### ACTIVITY
Only the lines below from the one containing "table of fates." to the one containing "no drawing, shows." should be repeated, both included and unchanged.

[Saved data entries]
- Opening Delimiter -

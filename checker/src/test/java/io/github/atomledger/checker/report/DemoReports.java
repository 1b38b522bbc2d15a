package io.github.atomledger.checker.report;

import io.github.atomledger.checker.engine.ReportFormat;
import io.github.atomledger.atommapper.mapping.MappingOptions;
import io.github.atomledger.checker.engine.Engine;
import io.github.atomledger.checker.engine.MappingConfig;
import io.github.atomledger.checker.engine.RunConfig;
import io.github.atomledger.checker.engine.RunListener;
import io.github.atomledger.checker.engine.RunResult;
import io.github.atomledger.checker.trace.TraceConfig;

import java.nio.file.Files;
import java.nio.file.Path;
import java.util.EnumSet;
import java.util.List;

/** Runs the bundled demo repository (invented organism) for the report tests. */
final class DemoReports {

    static final Path DEMO = Path.of("..", "demo").toAbsolutePath().normalize();

    private DemoReports() {
    }

    static RunResult run(Path reportDirectory) {
        if (!Files.isDirectory(DEMO.resolve("models"))) {
            throw new IllegalStateException("the demo repository is missing: " + DEMO);
        }
        RunConfig config = RunConfig.defaults(DEMO, RunConfig.DEFAULT_MODELS)
                .withFormats(EnumSet.allOf(ReportFormat.class));
        config = new RunConfig(config.baseDirectory(), config.models(), reportDirectory, config.failOn(),
                config.formats(), config.policy(), config.maxModelBytes(), config.mapping());
        return new Engine().run(config, RunListener.SILENT);
    }

    /** A node budget, not the default time budget, so the maps do not depend on how busy the machine is. */
    static final long NODE_LIMIT = 300_000;

    private static RunResult mapped;

    /**
     * The demo with atom mapping on (structures.tsv, two threads, no cache), run once per JVM:
     * mapping the demo takes half a minute.
     */
    static synchronized RunResult runMapped() {
        if (mapped == null) {
            RunResult plain = run(Path.of("target", "demo-mapped"));
            MappingConfig mapping = new MappingConfig(true, DEMO.resolve("structures.tsv"), MappingOptions.defaults()
                    .withTimeBudget(java.time.Duration.ofMinutes(2)).withNodeLimit(NODE_LIMIT), 2, null);
            // The demo's pathways, declared fates and label source, as its pom has them (issue #14).
            TraceConfig traces = new TraceConfig(DEMO.resolve("models/pathways.tsv"), DEMO.resolve("models/fates.tsv"),
                    List.of("glc_e:C1"));
            mapped = new Engine().run(plain.config().withMapping(mapping).withTraces(traces), RunListener.SILENT);
        }
        return mapped;
    }

    static List<Path> writeAll(RunResult result, Path dir, MappingSource mappings) throws java.io.IOException {
        return Reporters.forFormats(EnumSet.allOf(ReportFormat.class), mappings).write(result, dir);
    }
}
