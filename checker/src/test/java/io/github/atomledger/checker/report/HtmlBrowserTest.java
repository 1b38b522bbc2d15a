package io.github.atomledger.checker.report;

import static org.assertj.core.api.Assertions.assertThat;
import static org.junit.jupiter.api.Assumptions.assumeTrue;

import java.awt.image.BufferedImage;
import java.io.File;
import java.io.IOException;
import java.nio.charset.StandardCharsets;
import java.nio.file.Files;
import java.nio.file.Path;
import java.util.ArrayList;
import java.util.List;
import java.util.concurrent.TimeUnit;
import javax.imageio.ImageIO;
import org.junit.jupiter.api.BeforeAll;
import org.junit.jupiter.api.Test;

/**
 * Opens the demo's HTML report in a real browser: headless Chromium (Debian's {@code chromium},
 * which {@code .ci/run} installs when missing), offline, with a fresh profile. Checks the DOM the
 * browser built (summary cards, one card per reaction, the pictures) and the screenshot (the
 * drawings' Okabe–Ito colours are on screen). Skips with a message where Chromium cannot run.
 */
class HtmlBrowserTest {

    static final Path OUT = Path.of("target", "browser");
    static String chromium;
    static Path page;

    @BeforeAll
    static void writeReport() throws Exception {
        chromium = findChromium();
        assumeTrue(chromium != null, "chromium is not installed (Debian package 'chromium'); skipping the browser test");
        Files.createDirectories(OUT);
        new HtmlReporter().write(DemoReports.runMapped(), OUT);
        page = OUT.resolve("report.html").toAbsolutePath();
    }

    private static String findChromium() {
        String path = System.getenv("PATH");
        for (String dir : (path == null ? "" : path).split(File.pathSeparator)) {
            for (String name : new String[] {"chromium", "chromium-browser"}) {
                File f = new File(dir, name);
                if (f.canExecute()) {
                    return f.getAbsolutePath();
                }
            }
        }
        return null;
    }

    /** Runs Chromium with the given extra flags; returns stdout, or skips when it cannot run. */
    private static String browse(String... extra) throws IOException, InterruptedException {
        return browse(page, extra);
    }

    private static String browse(Path target, String... extra) throws IOException, InterruptedException {
        Path profile = Files.createTempDirectory("atomledger-chromium-");
        List<String> cmd = new ArrayList<>(List.of(chromium, "--headless", "--no-sandbox", "--disable-gpu",
                "--disable-quic", "--no-first-run", "--disable-background-networking", "--disable-component-update",
                "--disable-sync", "--user-data-dir=" + profile));
        cmd.addAll(List.of(extra));
        cmd.add(target.toUri().toString());
        Path stdout = Files.createTempFile(OUT.toAbsolutePath(), "chromium", ".out");
        Process p = new ProcessBuilder(cmd).redirectErrorStream(false).redirectOutput(stdout.toFile())
                .redirectError(ProcessBuilder.Redirect.DISCARD).start();
        boolean done = p.waitFor(180, TimeUnit.SECONDS);
        if (!done) {
            p.destroyForcibly();
        }
        assumeTrue(done && p.exitValue() == 0, "chromium could not render the page (exit "
                + (done ? p.exitValue() : "timeout") + "); skipping the browser test");
        String out = Files.readString(stdout, StandardCharsets.UTF_8);
        Files.deleteIfExists(stdout);
        return out;
    }

    @Test
    void browserBuildsTheSummaryTheReactionCardsAndThePictures() throws Exception {
        String dom = browse("--dump-dom");
        assumeTrue(!dom.isBlank(), "chromium printed no DOM; skipping the browser test");
        assertThat(dom).contains("AtomLedger report").contains("reactions by class").contains("findings by severity")
                .contains("atom maps");
        assertThat(count(dom, "<article")).isEqualTo(64);
        assertThat(count(dom, "<div class=\"pic\" role=\"img\"")).isGreaterThanOrEqualTo(20);
        assertThat(dom).contains("R_FBA").contains("fructose-bisphosphate aldolase");
    }

    @Test
    void browserBuildsThePathwaySectionWithItsStepsAndFates() throws Exception {
        // Issue #14: a section per pathway with its steps drawn in order beside a table of fates.
        String dom = browse("--dump-dom");
        assumeTrue(!dom.isBlank(), "chromium printed no DOM; skipping the browser test");
        assertThat(dom).contains("Carbon traces").contains("Pathway leucine").contains("Pathway phenylalanine")
                .contains("Where label can go");
        int start = dom.indexOf("<section class=\"traces\"");
        String traces = dom.substring(start, dom.indexOf("</section>", start));
        assertThat(count(traces, "<details class=\"pathway")).isEqualTo(5);
        assertThat(count(traces, "<table class=\"fates\"")).isEqualTo(5);
        assertThat(count(traces, "<figure class=\"tpic\"")).isGreaterThanOrEqualTo(25);
        assertThat(count(traces, "<svg")).isEqualTo(count(traces, "<figure class=\"tpic\""));
        assertThat(traces).contains("holds").doesNotContain("differs").doesNotContain("Not drawn: the drawing");
        assertThat(traces.indexOf("R_LEUTA")).isLessThan(traces.indexOf("R_BCKDH")).isLessThan(traces.indexOf("R_HMGCL"));
    }

    @Test
    void screenshotShowsTheCarbonColours() throws Exception {
        Path png = OUT.resolve("report.png").toAbsolutePath();
        Files.deleteIfExists(png);
        browse("--screenshot=" + png, "--window-size=1280,1600", "--hide-scrollbars");
        assumeTrue(Files.isRegularFile(png), "chromium wrote no screenshot; skipping");
        BufferedImage img = ImageIO.read(png.toFile());
        assertThat(img.getWidth()).isEqualTo(1280);
        // Okabe–Ito orange (#E69F00) and sky blue (#56B4E9) glows of the first reactant carbons
        assertThat(pixelsNear(img, 0xE6, 0x9F, 0x00)).isGreaterThan(200);
        assertThat(pixelsNear(img, 0x56, 0xB4, 0xE9)).isGreaterThan(200);
    }

    @Test
    void severityFilterHidesEveryCardWithoutAnError() throws Exception {
        // The demo has no error: with the "error" filter chosen no reaction card, so no drawing, shows.
        String html = Files.readString(page).replace("id=\"sev-all\" class=\"radio\" checked=\"checked\"",
                "id=\"sev-all\" class=\"radio\"").replace("id=\"sev-error\" class=\"radio\"",
                "id=\"sev-error\" class=\"radio\" checked=\"checked\"");
        assertThat(html).contains("id=\"sev-error\" class=\"radio\" checked=\"checked\"");
        Path filtered = OUT.resolve("filtered.html").toAbsolutePath();
        Files.writeString(filtered, html);
        Path png = OUT.resolve("filtered.png").toAbsolutePath();
        Files.deleteIfExists(png);
        browse(filtered, "--screenshot=" + png, "--window-size=1280,1600", "--hide-scrollbars");
        assumeTrue(Files.isRegularFile(png), "chromium wrote no screenshot; skipping");
        BufferedImage img = ImageIO.read(png.toFile());
        // sky blue (#56B4E9) appears only in the drawings
        assertThat(pixelsNear(img, 0x56, 0xB4, 0xE9)).isZero();
    }

    private static int count(String text, String needle) {
        return text.split(java.util.regex.Pattern.quote(needle), -1).length - 1;
    }

    private static int pixelsNear(BufferedImage img, int r, int g, int b) {
        int n = 0;
        for (int y = 0; y < img.getHeight(); y++) {
            for (int x = 0; x < img.getWidth(); x++) {
                int rgb = img.getRGB(x, y);
                int dr = ((rgb >> 16) & 0xff) - r;
                int dg = ((rgb >> 8) & 0xff) - g;
                int db = (rgb & 0xff) - b;
                if (dr * dr + dg * dg + db * db < 300) {
                    n++;
                }
            }
        }
        return n;
    }
}
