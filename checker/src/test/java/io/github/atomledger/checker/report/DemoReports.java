package io.github.atomledger.checker.report;

import io.github.atomledger.checker.engine.Engine;
import io.github.atomledger.checker.engine.RunConfig;
import io.github.atomledger.checker.engine.RunListener;
import io.github.atomledger.checker.engine.RunResult;

import java.nio.file.Files;
import java.nio.file.Path;
import java.util.EnumSet;
import java.util.List;

/** Runs the bundled demo repository (invented organism) for the report tests. */
final class DemoReports {

    static final Path DEMO = Path.of("..", "demo").toAbsolutePath().normalize();

    private DemoReports() {
    }

    static RunResult run(Path reportDirectory) {
        if (!Files.isDirectory(DEMO.resolve("models"))) {
            throw new IllegalStateException("the demo repository is missing: " + DEMO);
        }
        RunConfig config = RunConfig.defaults(DEMO, RunConfig.DEFAULT_MODELS)
                .withFormats(EnumSet.allOf(ReportFormat.class));
        config = new RunConfig(config.baseDirectory(), config.models(), reportDirectory, config.failOn(),
                config.formats(), config.policy(), config.maxModelBytes());
        return new Engine().run(config, RunListener.SILENT);
    }

    static List<Path> writeAll(RunResult result, Path dir, MappingSource mappings) throws java.io.IOException {
        return Reporters.forFormats(EnumSet.allOf(ReportFormat.class), mappings).write(result, dir);
    }
}
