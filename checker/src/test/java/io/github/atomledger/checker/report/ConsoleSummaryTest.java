package io.github.atomledger.checker.report;

import static org.assertj.core.api.Assertions.assertThat;

import io.github.atomledger.checker.engine.RunResult;

import java.util.List;
import java.util.Map;
import org.junit.jupiter.api.Test;

/** The console summary: plain by default, ANSI colour only when asked, colour only on a terminal. */
class ConsoleSummaryTest {

    @Test
    void plainLinesCarryNoEscapeCodes() {
        RunResult result = Fixtures.run("charge-gap.xml");
        List<String> lines = ConsoleSummary.lines(result);
        assertThat(lines.get(0)).startsWith("charge-gap.xml: 4 reactions").contains("3 errors");
        assertThat(lines).anySatisfy(l -> assertThat(l).startsWith("  R_HEX  H -1  charge -1"));
        assertThat(String.join("\n", lines)).doesNotContain("\u001b[");
    }

    @Test
    void colouredLinesMarkErrorsAndReactionIds() {
        List<String> lines = ConsoleSummary.lines(Fixtures.run("charge-gap.xml"), true);
        assertThat(lines.get(0)).contains("\u001b[31m3 errors\u001b[0m");
        assertThat(lines).anySatisfy(l -> assertThat(l).startsWith("  \u001b[1mR_HEX\u001b[0m  H -1"));
    }

    @Test
    void wantsColourOnlyOnAnInteractiveTerminalOutsideCi() {
        assertThat(ConsoleSummary.colourWanted(Map.of("TERM", "xterm-256color"), true)).isTrue();
        assertThat(ConsoleSummary.colourWanted(Map.of("TERM", "xterm-256color"), false)).isFalse();
        assertThat(ConsoleSummary.colourWanted(Map.of("CI", "true"), true)).isFalse();
        assertThat(ConsoleSummary.colourWanted(Map.of("NO_COLOR", "1"), true)).isFalse();
        assertThat(ConsoleSummary.colourWanted(Map.of("TERM", "dumb"), true)).isFalse();
    }
}
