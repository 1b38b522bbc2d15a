package io.github.atomledger.checker.report;

import static org.assertj.core.api.Assertions.assertThat;

import io.github.atomledger.checker.engine.RunResult;

import java.io.StringReader;
import java.nio.file.Files;
import java.nio.file.Path;
import javax.xml.XMLConstants;
import javax.xml.transform.stream.StreamSource;
import javax.xml.validation.SchemaFactory;
import javax.xml.xpath.XPath;
import javax.xml.xpath.XPathFactory;
import org.junit.jupiter.api.Test;
import org.junit.jupiter.api.io.TempDir;
import org.w3c.dom.Document;

/**
 * JUnit XML, validated with javax.xml.validation against {@code junit-ci.xsd} (the JUnit XML schema
 * CI servers accept, written from memory; see SCHEMAS.md beside it).
 */
class JunitReporterTest {

    @TempDir
    Path tmp;

    private static void validate(String xml) throws Exception {
        SchemaFactory f = SchemaFactory.newInstance(XMLConstants.W3C_XML_SCHEMA_NS_URI);
        f.setProperty(XMLConstants.ACCESS_EXTERNAL_SCHEMA, "");
        f.setProperty(XMLConstants.ACCESS_EXTERNAL_DTD, "");
        f.newSchema(JunitReporterTest.class.getResource("junit-ci.xsd")).newValidator()
                .validate(new StreamSource(new StringReader(xml)));
    }

    private static String xpath(Document doc, String expression) throws Exception {
        XPath x = XPathFactory.newDefaultInstance().newXPath();
        return x.evaluate(expression, doc);
    }

    @Test
    void failingReactionBecomesAFailedBalanceCaseWithItsMessages() throws Exception {
        RunResult result = Fixtures.run("charge-gap.xml");
        String xml = new JunitReporter().toXml(result);
        validate(xml);
        Document doc = HtmlReporterTest.parse(xml);
        assertThat(xpath(doc, "count(/testsuites/testsuite)")).isEqualTo("1");
        assertThat(xpath(doc, "/testsuites/testsuite/@name")).isEqualTo("charge-gap.xml");
        String hex = "/testsuites/testsuite/testcase[@name='R_HEX' and @classname='charge-gap.balance']";
        assertThat(xpath(doc, hex + "/failure/@type")).isEqualTo("balance.charge");
        assertThat(xpath(doc, hex + "/failure")).contains("balance.elements").contains("balance.charge")
                .contains("charge-gap.xml:");
        assertThat(xpath(doc, "count(//testcase[@name='R_HEX' and @classname='charge-gap.model']/failure)")).isEqualTo("0");
        assertThat(xpath(doc, "count(//testcase[@name='R_PGI']/failure)")).isEqualTo("0");
        assertThat(xpath(doc, "/testsuites/testsuite/@failures")).as("R_HEX balance and x_c model").isEqualTo("2");
        assertThat(xpath(doc, "//testcase[@name='x_c']/failure/@type")).isEqualTo("model.formula-invalid");
    }

    @Test
    void exchangeReactionBalanceCaseIsSkippedAndModelFindingsHaveTheirOwnCase() throws Exception {
        RunResult result = Fixtures.run("charge-gap.xml");
        Document doc = HtmlReporterTest.parse(new JunitReporter().toXml(result));
        assertThat(xpath(doc, "//testcase[@name='R_EX_glc' and @classname='charge-gap.balance']/skipped/@message"))
                .startsWith("sink reaction");
        assertThat(xpath(doc, "count(//testcase[@name='x_c' and @classname='charge-gap.model'])")).isEqualTo("1");
        long reactions = result.models().get(0).reactions().size();
        assertThat(Long.parseLong(xpath(doc, "/testsuites/testsuite/@tests")))
                .as("model and balance case per reaction, plus model-level cases").isGreaterThan(2 * reactions);
    }

    @Test
    void demoReportValidatesAndIsWrittenIntoTheJunitDirectory() throws Exception {
        RunResult result = DemoReports.run(tmp);
        Path file = new JunitReporter().write(result, tmp);
        assertThat(tmp.relativize(file).toString().replace('\\', '/')).isEqualTo("junit/TEST-atomledger.xml");
        validate(Files.readString(file));
    }

    @Test
    void stemDropsDirectoriesAndExtensionsAndDots() {
        assertThat(JunitReporter.stem("models/yeast-GEM.xml.gz")).isEqualTo("yeast-GEM");
        assertThat(JunitReporter.stem("a/b/core.v2.xml")).isEqualTo("core_v2");
    }
}
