package io.github.atomledger.checker.report;

import io.github.atomledger.checker.engine.ReportFormat;
import static org.assertj.core.api.Assertions.assertThat;
import static org.assertj.core.api.Assertions.assertThatThrownBy;

import io.github.atomledger.checker.engine.RunResult;

import java.nio.file.Files;
import java.nio.file.Path;
import java.util.EnumSet;
import java.util.List;
import java.util.Set;
import org.junit.jupiter.api.Test;
import org.junit.jupiter.api.io.TempDir;

/** Every format is registered, written into the report directory, and byte-identical across runs. */
class ReportersTest {

    @TempDir
    Path tmp;

    @Test
    void writesEveryFormatForTheDemo() throws Exception {
        RunResult result = DemoReports.run(tmp);
        List<Path> written = DemoReports.writeAll(result, tmp, MappingSource.NONE);
        assertThat(written).extracting(p -> tmp.relativize(p).toString().replace('\\', '/'))
                .containsExactly("report.json", "report.html", "junit/TEST-atomledger.xml", "report.sarif", "summary.md");
        for (Path p : written) {
            assertThat(Files.size(p)).as(p.toString()).isGreaterThan(100);
        }
        assertThat(Reporters.available()).isEqualTo(EnumSet.allOf(ReportFormat.class));
    }

    @Test
    void twoRunsGiveTheSameBytesInEveryFormat() throws Exception {
        Path a = tmp.resolve("a");
        Path b = tmp.resolve("b");
        List<Path> first = DemoReports.writeAll(DemoReports.run(a), a, MappingSource.NONE);
        List<Path> second = DemoReports.writeAll(DemoReports.run(b), b, MappingSource.NONE);
        for (int i = 0; i < first.size(); i++) {
            assertThat(Files.readAllBytes(second.get(i))).as(second.get(i).toString())
                    .isEqualTo(Files.readAllBytes(first.get(i)));
        }
    }

    @Test
    void reportsCarryNoAbsolutePathsOrDates() throws Exception {
        RunResult result = DemoReports.run(tmp);
        String base = DemoReports.DEMO.toString();
        for (Path p : DemoReports.writeAll(result, tmp, MappingSource.NONE)) {
            String text = Files.readString(p);
            assertThat(text).as(p.toString()).doesNotContain(base).doesNotContain(tmp.toString())
                    .doesNotContainPattern("20[0-9]{2}-[01][0-9]-[0-3][0-9]T");
            assertThat(text).doesNotContain("\r");
        }
    }

    @Test
    void parsesTheFormatListOfTheUserProperty() {
        assertThat(ReportFormat.parseList("json, sarif")).containsExactlyInAnyOrder(ReportFormat.JSON, ReportFormat.SARIF);
        assertThat(ReportFormat.parseList("all")).isEqualTo(EnumSet.allOf(ReportFormat.class));
        assertThat(Reporters.forFormats(Set.of(ReportFormat.MARKDOWN))).isNotNull();
        assertThatThrownBy(() -> ReportFormat.parseList("json,pdf")).hasMessageContaining("'pdf'")
                .hasMessageContaining("json, html, junit, sarif, markdown");
    }
}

- Closing Delimiter -

### TASK RESPONSE
        // Issue #14: a section per pathway with its steps drawn in order beside a table of fates.
        String dom = browse("--dump-dom");
        assumeTrue(!dom.isBlank(), "chromium printed no DOM; skipping the browser test");
        assertThat(dom).contains("Carbon traces").contains("Pathway leucine").contains("Pathway phenylalanine")
                .contains("Where label can go");
        int start = dom.indexOf("<section class=\"traces\"");
        String traces = dom.substring(start, dom.indexOf("</section>", start));
        assertThat(count(traces, "<details class=\"pathway")).isEqualTo(5);
        assertThat(count(traces, "<table class=\"fates\"")).isEqualTo(5);
        assertThat(count(traces, "<figure class=\"tpic\"")).isGreaterThanOrEqualTo(25);
        assertThat(count(traces, "<svg")).isEqualTo(count(traces, "<figure class=\"tpic\""));
        assertThat(traces).contains("holds").doesNotContain("differs").doesNotContain("Not drawn: the drawing");
        assertThat(traces.indexOf("R_LEUTA")).isLessThan(traces.indexOf("R_BCKDH")).isLessThan(traces.indexOf("R_HMGCL"));
    }

    @Test
    void screenshotShowsTheCarbonColours() throws Exception {
        Path png = OUT.resolve("report.png").toAbsolutePath();
        Files.deleteIfExists(png);
        browse("--screenshot=" + png, "--window-size=1280,1600", "--hide-scrollbars");
        assumeTrue(Files.isRegularFile(png), "chromium wrote no screenshot; skipping");
        BufferedImage img = ImageIO.read(png.toFile());
        assertThat(img.getWidth()).isEqualTo(1280);
        // Okabe–Ito orange (#E69F00) and sky blue (#56B4E9) glows of the first reactant carbons
        assertThat(pixelsNear(img, 0xE6, 0x9F, 0x00)).isGreaterThan(200);
        assertThat(pixelsNear(img, 0x56, 0xB4, 0xE9)).isGreaterThan(200);
    }

    @Test
    void severityFilterHidesEveryCardWithoutAnError() throws Exception {
        // The demo has no error: with the "error" filter chosen no reaction card, so no drawing, shows.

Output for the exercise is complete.